/NOT FOR DISSEMINATION IN THE UNITED STATES. FAILURE TO
COMPLY WITH THIS RESTRICTION MAY CONSTITUTE A VIOLATION OF
UNITED STATES SECURITIES
LAW./
CALGARY, March 14, 2017 /CNW/ - Return Energy Inc.
("Return" or the "Company") (TSX-V: "RTN") is pleased
to announce that it has closed an initial tranche of its previously
announced non-brokered private placement comprised of common share
units (the "Units") and Canadian exploration expense
flow-through shares ("CEE FTS") (collectively, the
"Offering").
Under this tranche of the Offering, Return issued 16,700,399
Units at a price of $0.12 per Unit
for aggregate gross proceeds of $2,004,047.88, as well as 715,000 CEE FTS at a
price of $0.14 per CEE FTS for
aggregate gross proceeds of $100,000
for total gross proceeds under this tranche of the Offering of
$2,104,147.88.
Each Unit issued consisted of one Return common share
("Common Share") and one full Common Share purchase warrant
("Warrant").

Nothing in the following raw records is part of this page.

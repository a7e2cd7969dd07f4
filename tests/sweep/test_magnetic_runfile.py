"""Run files with a magnetic grid: parsing, points and seeds, the sweep file's grid columns."""

from __future__ import annotations

import numpy as np
import pytest

from avalanche import open_results, run_sweep
from avalanche.analysis.magnetic import MagneticDriftTable
from avalanche.analysis.tables import SwarmTable
from avalanche.errors import ConfigError
from avalanche.sweep.runfile import parse_runfile, point_seed

BASE = '''
[sweep]
name = "reid-b"
seed = 5

[gas]
mixture = "reid-ramp"
temperature_K = 0
number_density_m3 = 1e25

[grid]
reduced_field_Td = [6, 12]
{grid}

[engine]
precision = 0.05
max_events = 2e5
electrons = 256
'''


def test_a_magnetic_grid_expands_over_field_and_angle():
    rf = parse_runfile(BASE.format(grid="magnetic_field_T = [0, 0.5]\nfield_angle_deg = [90, 45]"), "b.toml")
    # B = 0 takes one angle only (the angle has no meaning without a field): 2 + 2 × 2 points
    coordinates = [(p.magnetic_field, p.field_angle_deg, p.reduced_field_Td) for p in rf.points]
    assert coordinates == [(0.0, 45.0, 6.0), (0.0, 45.0, 12.0), (0.5, 45.0, 6.0), (0.5, 45.0, 12.0),
                           (0.5, 90.0, 6.0), (0.5, 90.0, 12.0)]
    assert rf.points[2].magnetic_options("T") == {"magnetic_field_T": 0.5, "field_angle_deg": 45.0}
    assert rf.points[0].magnetic_options("T") == {}
    # a point without a field keeps the seed of a run file without a magnetic grid (results stay bitwise the same)
    plain = parse_runfile(BASE.format(grid=""), "plain.toml")
    assert [p.seed for p in rf.points[:2]] == [p.seed for p in plain.points]
    assert len({p.seed for p in rf.points}) == len(rf.points)
    assert rf.points[2].seed == point_seed(5, rf.mixtures[0].key, 6.0, 0.0, ("T", 0.5, 45.0))
    assert "magnetic" in rf.config() and "magnetic" not in plain.config()
    hx = parse_runfile(BASE.format(grid="reduced_magnetic_field_Hx = [100]"), "hx.toml")
    assert hx.magnetic_unit == "Hx" and hx.points[0].magnetic_options("Hx") == {
        "reduced_magnetic_field_Hx": 100.0, "field_angle_deg": 90.0}


@pytest.mark.parametrize("grid, message", [
    ("magnetic_field_T = [0.1]\nreduced_magnetic_field_Hx = [10]", "not both"),
    ("field_angle_deg = [30]", "needs a magnetic field"),
    ("magnetic_field_T = [0.1]\nfield_angle_deg = [200]", "0 ... 180"),
    ("magnetic_field_T = [-1]", "negative value"),
])
def test_bad_magnetic_grids_say_what_is_wrong(grid, message):
    with pytest.raises(ConfigError, match=message):
        parse_runfile(BASE.format(grid=grid), "bad.toml")


def test_a_magnetic_sweep_stores_its_grid_and_vector_results(tmp_path):
    path = tmp_path / "reid-b.toml"
    path.write_text(BASE.format(grid="reduced_magnetic_field_Hx = [0, 100]"))
    report = run_sweep(path, workers=1, out=tmp_path / "reid-b.h5", quiet=True)
    assert report.complete and report.failed == []
    res = open_results(tmp_path / "reid-b.h5")
    # 1 Hx = 1e-27 T m³ (common practice): 100 Hx at 1e25 m⁻³ is 1 T
    np.testing.assert_allclose(res.grid["magnetic_field_T"], [0.0, 0.0, 1.0, 1.0], rtol=1e-12)
    np.testing.assert_array_equal(res.grid["reduced_magnetic_field_Hx"], [0.0, 0.0, 100.0, 100.0])
    point = res.point(3)
    assert point.magnetic is not None and point.inputs["magnetic_field"]["reduced_magnetic_field_Hx"] == 100.0
    assert point.drift_velocity_vector[1].value > 0  # E×B drift (common practice)
    assert res.point(0).magnetic is None
    # the drift table of the file: one curve per B, the numbers of the points' payloads
    table = MagneticDriftTable.from_results(res)
    assert list(table.curves) == [0.0, pytest.approx(1.0, rel=1e-12)]
    assert table.curves[list(table.curves)[1]]["drift_velocity_ExB"][0][1] == point.drift_velocity_vector[1].value
    # the scalar table needs one field: the choices are named, and a chosen one gives its E/N curve
    with pytest.raises(ConfigError, match="several magnetic fields"):
        SwarmTable.from_results(res)
    scalar = SwarmTable.from_results(res, reduced_magnetic_field_Hx=100.0)
    assert list(scalar.point_index) == [2, 3]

Each whole Warrant is exercisable by the
holder to purchase one Common Share for a period of 12 months from
the Closing Date ("Warrant Exercise Period") at a price of
$0.15 ("Warrant Exercise
Price"). The Warrants are subject to an Accelerated
Warrant Expiry (defined below). The CEE FTS were issued pursuant to
the Income Tax Act (Canada)
in respect of Canadian exploration expenses.
Each Warrant will entitle the holder thereof to purchase one
Common Share at any time prior to 5:00
p.m. (Calgary Time) on or before the earlier of the date
that is: (a) one year from the completion of the Offering; and (b)
30 days after the giving of notice of early termination by Return.
Such notice may be given by the Company, in its sole discretion, if
the volume-weighted average price of the Common Shares on the TSX
Venture Exchange exceeds the Warrant Exercise Price by at least
200% for a minimum of 10 consecutive trading days (whether or not
trading of Common Shares occurs on all such days, provided that the
Common Shares trade on at least five of such trading days).
The proceeds of this issuance will be used by Return to further
its development activities in the Rycroft, Gordondale, Valhalla areas of Alberta.
The non-brokered private placement remains open and the Company
may close additional tranches under this Offering. The completion
of the Offering is subject to the Company receiving all necessary
regulatory approvals, including final approval from the TSX Venture
Exchange.
For further information
This news release is reproduced on Return's website
at www.returnenergyinc.com.
Neither the TSX Venture Exchange nor its Regulation
Services Provider (as that term is defined in the policies of the
TSX Venture Exchange) accepts responsibility for the adequacy or
accuracy of this release.
Reader Advisories
Forward-Looking Statements. This news release contains
forward-looking statements and information. More particularly, this
document contains statements and information concerning the timing
and closing of additional tranches of the Offering and the use of
proceeds received under the Offering, including as has been
received in this initial closing. Forward-looking information is
frequently characterized by words such as "plan", "expect",
"project", "intend", "will", "believe", "anticipate", "estimate",
"scheduled", "potential", or other similar words, or statements
that certain events or conditions "may", "should" or "could"
occur. The forward-looking statements and information are
based on certain key expectations and assumptions made by Return,
including expectations and assumptions concerning timing of receipt
of required regulatory approval and the satisfaction of other
conditions to the completion of the Offering. Although Return
believes that the expectations and assumptions on which the
forward-looking statements are based are reasonable, undue reliance
should not be placed on the forward-looking statements because
Return can give no assurance that they will prove to be correct.
Since forward-looking statements address future events and
conditions, by their very nature they involve inherent risks and
uncertainties. Actual results could differ materially from those
currently anticipated due to a number of factors and risks. These
include, but are not limited to, risks that required regulatory
approvals are not obtained. The reader is cautioned that
assumptions used in the preparation of such information, although
considered reasonable by the Company at the time of preparation,
may prove to be incorrect and readers are cautioned not to place
undue reliance on forward-looking information, which speaks only as
of the date hereof. The Company does not undertake any obligation
to release publicly any revisions to forward-looking information
contained herein to reflect events or circumstances that occur
after the date hereof or to reflect the occurrence of unanticipated
events, except as may be required under applicable securities
laws.
This news release shall not constitute an offer to sell or
the solicitation of an offer to buy, nor shall there be any sale of
securities in the United States or
in any province, state or jurisdiction in which such offer,
solicitation or sale would be unlawful prior to the registration or
qualification under securities laws of any such province, state or
jurisdiction. The securities referenced herein may not be
offered or sold in the United
States except in transaction exempt from or not subject to
the registration requirements of the United States Securities Act
of 1933, as amended, and applicable state securities laws.
This news release is not to be disseminated in the United States.